На самом же деле все строчки этой переписки свидетельствуют именно о любви, о жажде писать, чтобы делиться своими сокровенными переживаниями, при этом умалчивая о главном.

Лишь позднее я, как мне кажется, нашел разгадку. Всеволод Илларионович был женат и поэтому несвободен, он не мог ничего предложить той, в которую был влюблен. И он длил эту свою влюбленность на расстоянии и, как видно из писем, очень переживал и не находил выхода своему чувству. Но это всего лишь моя версия. С мамой я никогда не говорил об этом.

Хочу добавить только, что публикация в журнале “Искусство кино” начинается с письма, датированного 19 апреля 1928 года. Пудовкин пишет, как узнал об одном из коллективных арестов, произошедших в Москве на киностудии “Межрабпомфильм”. (Некоторые из арестованных – и впоследствии осужденных – работников киностудии были близкими друзьями мамы и Всеволода Илларионовича.) Мера его наивности, донесенная до нас этим письмом через столько лет советской безумной действительности, – яркое свидетельство мироощущения людей того поколения, которое еще не привыкло к чудовищной практике жестокого режима.

Анелия Алексеевна, дорогая!

Я говорил Вам, что не умею писать писем, я действительно не умею их писать. Позавчера я приехал сюда, замученный дорогой, во время которой почти не спал. Сегодня только я узнал о катастрофическом, диком приговоре, разразившемся там у вас в Москве.

Это так неожиданно и так непонятно, что я не могу никак ощутить его реальность. Я также не могу в это поверить. <…>

Я знаю Вас и знаю, что Вы непременно подавлены. Знаю, что Вы человек, впервые реально увидавший свою собственную тень. <…>

В будущем перед лицом всегда будет солнце, и тени быть не может. И когда Вы стоите, потому что так пришлось, и смотрите на свою тень, и видите, что она ложится на что-то или на кого-то, потому что тоже так пришлось.
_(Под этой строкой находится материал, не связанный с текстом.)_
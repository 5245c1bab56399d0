// Vitest global setup of the api and e2e projects: makes sure the project's MariaDB and Redis
// answer (starting them with scripts/db.sh and scripts/redis.sh when they do not), migrates the
// test database with the knex CLI (inside Vitest, knex.migrate cannot import .ts migrations:
// STACK.md) and points the test workers at modewright_test.
import { execFileSync } from 'node:child_process';
import net from 'node:net';
import path from 'node:path';
import type { TestProject } from 'vitest/node';
import { startWorkerProcess } from './worker-process';

declare module 'vitest' {
  export interface ProvidedContext {
    /** The database the API and browser tests use. */
    testDbName: string;
  }
}

const root = path.resolve(import.meta.dirname, '..', '..');
export const TEST_DB = 'modewright_test';

function answers(host: string, port: number): Promise<boolean> {
  return new Promise((resolve) => {
    const socket = net.connect({ host, port });
    const done = (ok: boolean) => {
      socket.destroy();
      resolve(ok);
    };
    socket.setTimeout(1500, () => done(false));
    socket.once('connect', () => done(true));
    socket.once('error', () => done(false));
  });
}

function run(command: string, args: string[], what: string): void {
  try {
    execFileSync(command, args, {
      cwd: root,
      env: { ...process.env, MW_DB_NAME: TEST_DB },
      stdio: ['ignore', 'pipe', 'pipe'],
      timeout: 240_000,
    });
  } catch (error) {
    const e = error as { stdout?: Buffer; stderr?: Buffer; message: string };
    throw new Error(
      `test database setup: ${what} failed.\n${e.stdout?.toString() ?? ''}${e.stderr?.toString() ?? ''}`,
      { cause: error },
    );
  }
}

export default async function setup(project: TestProject): Promise<() => Promise<void>> {
  const host = process.env.MW_DB_HOST ?? '127.0.0.1';
  const port = Number(process.env.MW_DB_PORT ?? 3407);
  if (!(await answers(host, port))) {
    run('bash', ['scripts/db.sh', 'start'], 'starting MariaDB (scripts/db.sh start)');
  }
  // The evaluation queue's Redis (scripts/redis.sh), unless MW_REDIS_URL names an existing one.
  if (!process.env.MW_REDIS_URL) {
    const redisPort = Number(process.env.MW_REDIS_PORT ?? 6407);
    if (!(await answers('127.0.0.1', redisPort))) {
      run('bash', ['scripts/redis.sh', 'start'], 'starting Redis (scripts/redis.sh start)');
    }
  }
  run(
    process.execPath,
    [
      '--import',
      'tsx',
      'node_modules/knex/bin/cli.js',
      '--knexfile',
      'knexfile.ts',
      'migrate:latest',
    ],
    `migrating ${TEST_DB}`,
  );
  // Workers start after global setup and inherit this environment.
  process.env.MW_DB_NAME = TEST_DB;
  project.provide('testDbName', TEST_DB);
  // One evaluation worker process takes the test queue's jobs, as `npm run worker` does.
  const worker = await startWorkerProcess({ MW_DB_NAME: TEST_DB });
  return () => worker.stop();
}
Помните, что за Вами движется солнце и что даже если Вы будете стоять (потому что так случилось) застывши, то солнце само передвинет Вашу тень, и Вы увидите, что самое ужасное зло – это именно стояние, неподвижность, которая всегда ужасает и которой не должно быть.
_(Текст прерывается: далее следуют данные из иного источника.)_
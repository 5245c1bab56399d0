import { useState } from 'react';
import { createBrowserRouter, RouterProvider } from 'react-router-dom';
import { paths } from '../config/paths';
import { ProtectedLayout } from './routes/protected';
import { SignInRoute } from './routes/sign-in';
import { ProjectsRoute } from './routes/projects';
import { ProjectRoute } from './routes/project';
import { AdminRoute } from './routes/admin';
import { SheetRoute, sheetPath } from './routes/sheet';
import { NotFoundRoute } from './routes/not-found';

function createAppRouter() {
  return createBrowserRouter([
    { path: paths.signIn.path, element: <SignInRoute /> },
    {
      element: <ProtectedLayout />,
      children: [
        { index: true, element: <ProjectsRoute /> },
        { path: paths.project.path, element: <ProjectRoute /> },
        { path: sheetPath, element: <SheetRoute /> },
        { path: paths.admin.path, element: <AdminRoute /> },
        { path: '*', element: <NotFoundRoute /> },
      ],
    },
  ]);
}

export function AppRouter() {
  const [router] = useState(createAppRouter);
  return <RouterProvider router={router} />;
}
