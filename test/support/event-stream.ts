// Server-sent events in the API tests: a supertest request read to its end as text, and the text
// split into events.
import type { Test } from 'supertest';

/** Reads the whole response body of `req` as text (server-sent events are not JSON). */
export function asText(req: Test): Test {
  return req.buffer(true).parse((response, callback) => {
    let body = '';
    response.setEncoding('utf8');
    response.on('data', (chunk: string) => (body += chunk));
    response.on('end', () => callback(null, body));
  });
}

/** Splits a server-sent event stream into { event, data } records. */
export function parseEvents(text: string): { event: string; data: unknown }[] {
  return text
    .split('\n\n')
    .filter((chunk) => chunk.trim() !== '')
    .map((chunk) => {
      const event = /^event: (.*)$/m.exec(chunk)?.[1] ?? 'message';
      const data = /^data: (.*)$/m.exec(chunk)?.[1] ?? 'null';
      return { event, data: JSON.parse(data) };
    });
}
Иногда Всеволод Илларионович делился с моей мамой сугубо профессиональными проблемами, описывая в письмах, присланных из Берлина, тяготы и невзгоды своей жизни, и сообщал последние новости русского зарубежья:

Берлин, как я уже говорил Вам, уже надоел. Как я думал, так и оказалось. Интересных фильмов нет. Сплошное очень убогое безобразие. Оцеп кончил свою постановку “Дмитрий Карамазов”. В отчаянии от того, что плохо вышло (это он сам говорит, администрация же, кажется, в восторге). Сам я фильм не видел. Увижу дня через два. Оцеп подавлен условиями работы. Заставили скрутить всю картину за 3 недели. Возвращается в Москву. О ком еще писать? Стэн снималась у Оцепа, сделала большие успехи в немецком языке. Очень умная баба. Думаю, что ей его (ума) хватит на то, чтобы тоже вернуться возможно скорее. Нелличка, милая, это письмо пустынно. Пустынно и неинтересно. Я вспоминаю ночь в огромной степи, холод, траву и низкую красную луну.
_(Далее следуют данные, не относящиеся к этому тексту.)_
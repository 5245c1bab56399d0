// Browser helpers for test/e2e: Debian's Chromium driven by playwright-core, a fresh profile for
// every launch (so no cookie leaks between people), demo sign-ins, and screenshots.
import { existsSync } from 'node:fs';
import { mkdir, mkdtemp, rm } from 'node:fs/promises';
import os from 'node:os';
import path from 'node:path';
import { afterAll, afterEach, beforeAll, inject } from 'vitest';
import { chromium, type BrowserContext, type Page } from 'playwright-core';

declare module 'vitest' {
  export interface ProvidedContext {
    /** The real app started by test/support/e2e-global-setup.ts, e.g. http://127.0.0.1:40123 */
    e2eBaseUrl: string;
  }
}

export const CHROMIUM_PATH = '/usr/bin/chromium';
const SCREENSHOT_DIR = path.resolve(import.meta.dirname, '..', '..', 'test-results', 'screenshots');

/** The demo scenario of the seeds (DESIGN.md §11, the foundation contract). */
export const DEMO_PASSWORD = 'modewright-demo';
export const demoPeople = {
  ada: { name: 'Ada Brennan', email: 'ada.brennan@brackwater.example', isAdmin: true },
  ines: { name: 'Ines Marlow', email: 'ines.marlow@brackwater.example', isAdmin: false },
  tomasz: { name: 'Tomasz Reyes', email: 'tomasz.reyes@brackwater.example', isAdmin: false },
  priya: { name: 'Priya Anand', email: 'priya.anand@brackwater.example', isAdmin: false },
  lena: { name: 'Lena Ostrowski', email: 'lena.ostrowski@kestrelquay.example', isAdmin: false },
} as const;
export type DemoPerson = (typeof demoPeople)[keyof typeof demoPeople];

export const demoProjects = {
  footbridge: { jobNumber: 'BW-2611', name: 'Kestrel Quay Footbridge and Pump House' },
  offices: { jobNumber: 'BW-2598', name: 'Linden Row Offices — Floor Vibration' },
} as const;

export function baseUrl(): string {
  return inject('e2eBaseUrl');
}

export type BrowserSession = {
  context: BrowserContext;
  page: Page;
  /** Forgets every cookie, so the next sign-in starts from a signed-out browser. */
  signOutLocally(): Promise<void>;
  close(): Promise<void>;
};

/** Launches Chromium exactly as STACK.md ("Browser") says, with a new temporary profile. */
export async function launchBrowser(): Promise<BrowserSession> {
  if (!existsSync(CHROMIUM_PATH)) {
    throw new Error(
      `${CHROMIUM_PATH} is missing: install Debian's chromium package (npm test does this).`,
    );
  }
  const profile = await mkdtemp(path.join(os.tmpdir(), 'modewright-e2e-'));
  const context = await chromium.launchPersistentContext(profile, {
    executablePath: CHROMIUM_PATH,
    args: [
      '--headless',
      '--no-sandbox',
      '--disable-gpu',
      '--disable-quic',
      '--no-first-run',
      '--disable-background-networking',
      '--disable-component-update',
      '--disable-sync',
    ],
    viewport: { width: 1280, height: 860 },
    baseURL: baseUrl(),
  });
  // Generous: two shared cores and argon2 sign-ins make single steps take seconds at busy times.
  context.setDefaultTimeout(30_000);
  const page = context.pages()[0] ?? (await context.newPage());
  return {
    context,
    page,
    async signOutLocally() {
      // Leave the app first: a request still in flight (a sheet page's evaluation) could set the
      // session cookie again after it was cleared.
      await page.goto('about:blank');
      // A response already under way when the page left may still set the cookie: clear until
      // the store stays empty.
      for (let attempt = 0; attempt < 10; attempt++) {
        await context.clearCookies();
        await page.waitForTimeout(150);
        if ((await context.cookies()).length === 0) break;
      }
    },
    async close() {
      await context.close();
      await rm(profile, { recursive: true, force: true });
    },
  };
}

/** Opens the sign-in page and signs in; resolves once the signed-in shell is showing. */
export async function signInAs(
  page: Page,
  person: { email: string; name: string },
  password: string = DEMO_PASSWORD,
): Promise<void> {
  await page.goto('/sign-in');
  const email = page.getByLabel('E-mail');
  try {
    await email.waitFor({ timeout: 10_000 });
  } catch {
    // The form waits for the session check (GET /api/auth/me). Seen once in a full run: the
    // form never came. Load the page once more, and if the form is still missing say where the
    // browser is and what it shows, so a failure can be told apart from a slow server.
    await page.reload();
    try {
      await email.waitFor({ timeout: 15_000 });
    } catch {
      const text = (await page.locator('body').innerText()).slice(0, 300);
      throw new Error(`No sign-in form at ${page.url()} after a reload; the page shows: ${text}`);
    }
  }
  await fillSignIn(page, person.email, password);
  await page.getByText(`Signed in as ${person.name}`).waitFor();
}

export async function fillSignIn(page: Page, email: string, password: string): Promise<void> {
  await page.getByLabel('E-mail').fill(email);
  await page.getByLabel('Password').fill(password);
  await page.getByRole('button', { name: 'Sign in' }).click();
}

/**
 * Saves a screenshot to test-results/screenshots/<name>.png: the whole page, unless it has grown
 * very tall (a test database full of rows), when the top 2400 px tell the story.
 */
export async function saveScreenshot(page: Page, name: string): Promise<string> {
  await mkdir(SCREENSHOT_DIR, { recursive: true });
  const file = path.join(SCREENSHOT_DIR, `${name}.png`);
  const height = await page.evaluate(() => document.documentElement.scrollHeight);
  const width = page.viewportSize()?.width ?? 1280;
  await page.screenshot({
    path: file,
    timeout: 45_000,
    ...(height <= 2400
      ? { fullPage: true }
      : { fullPage: true, clip: { x: 0, y: 0, width, height: 2400 } }),
  });
  return file;
}

/**
 * One browser for a describe block, signed in as `person` before its tests (dialogs accepted), a
 * screenshot of a failed test, closed after them; the returned function gives the session.
 */
export function useSignedInBrowser(person: { email: string; name: string }): () => BrowserSession {
  let browser: BrowserSession | undefined;
  beforeAll(async () => {
    browser = await launchBrowser();
    browser.context.on('page', (p) => p.on('dialog', (d) => void d.accept()));
    browser.page.on('dialog', (d) => void d.accept());
    await signInAs(browser.page, person);
  });
  afterEach(async ({ task }) => {
    if (browser && task.result?.state === 'fail') {
      await saveScreenshot(browser.page, `failed-${task.name.slice(0, 40)}`);
    }
  });
  afterAll(async () => {
    await browser?.close();
  });
  return () => {
    if (!browser) throw new Error('The browser is not started yet.');
    return browser;
  };
}

/** An A4 sheet's width in CSS pixels: 210 mm at 96 px to the inch (CSS Values 4, absolute units). */
export const A4_WIDTH_PX = (210 * 96) / 25.4;

/**
 * The page's laid-out width, and the print preview's paper (`.mw-print`): its width in its own
 * layout and the width it is drawn at on the screen.
 */
export async function paperWidths(
  page: Page,
): Promise<{ page: number; paper: number; shown: number }> {
  return page.evaluate(() => {
    const paper = document.querySelector<HTMLElement>('.mw-print')!;
    return {
      page: document.documentElement.scrollWidth,
      paper: paper.offsetWidth,
      shown: paper.getBoundingClientRect().width,
    };
  });
}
О Всеволоде Пудовкине я был много наслышан, но видел его только однажды. Это произошло в гостях у английского журналиста Ральфа Паркера, корреспондента газеты “Таймс”, приехавшего в Москву в 1941 году, и его жены Валентины Михайловны. Паркер был одним из журналистов, которых с таким рвением вербовала советская власть в целях идейного противостояния буржуазной культуре. Его жизнь в России оказалась нелегкой, но весьма характерна эпитафия, которую Валентина Михайловна написала на его могиле: “The man with the red rose in his heart” (Человек с красной розой в сердце).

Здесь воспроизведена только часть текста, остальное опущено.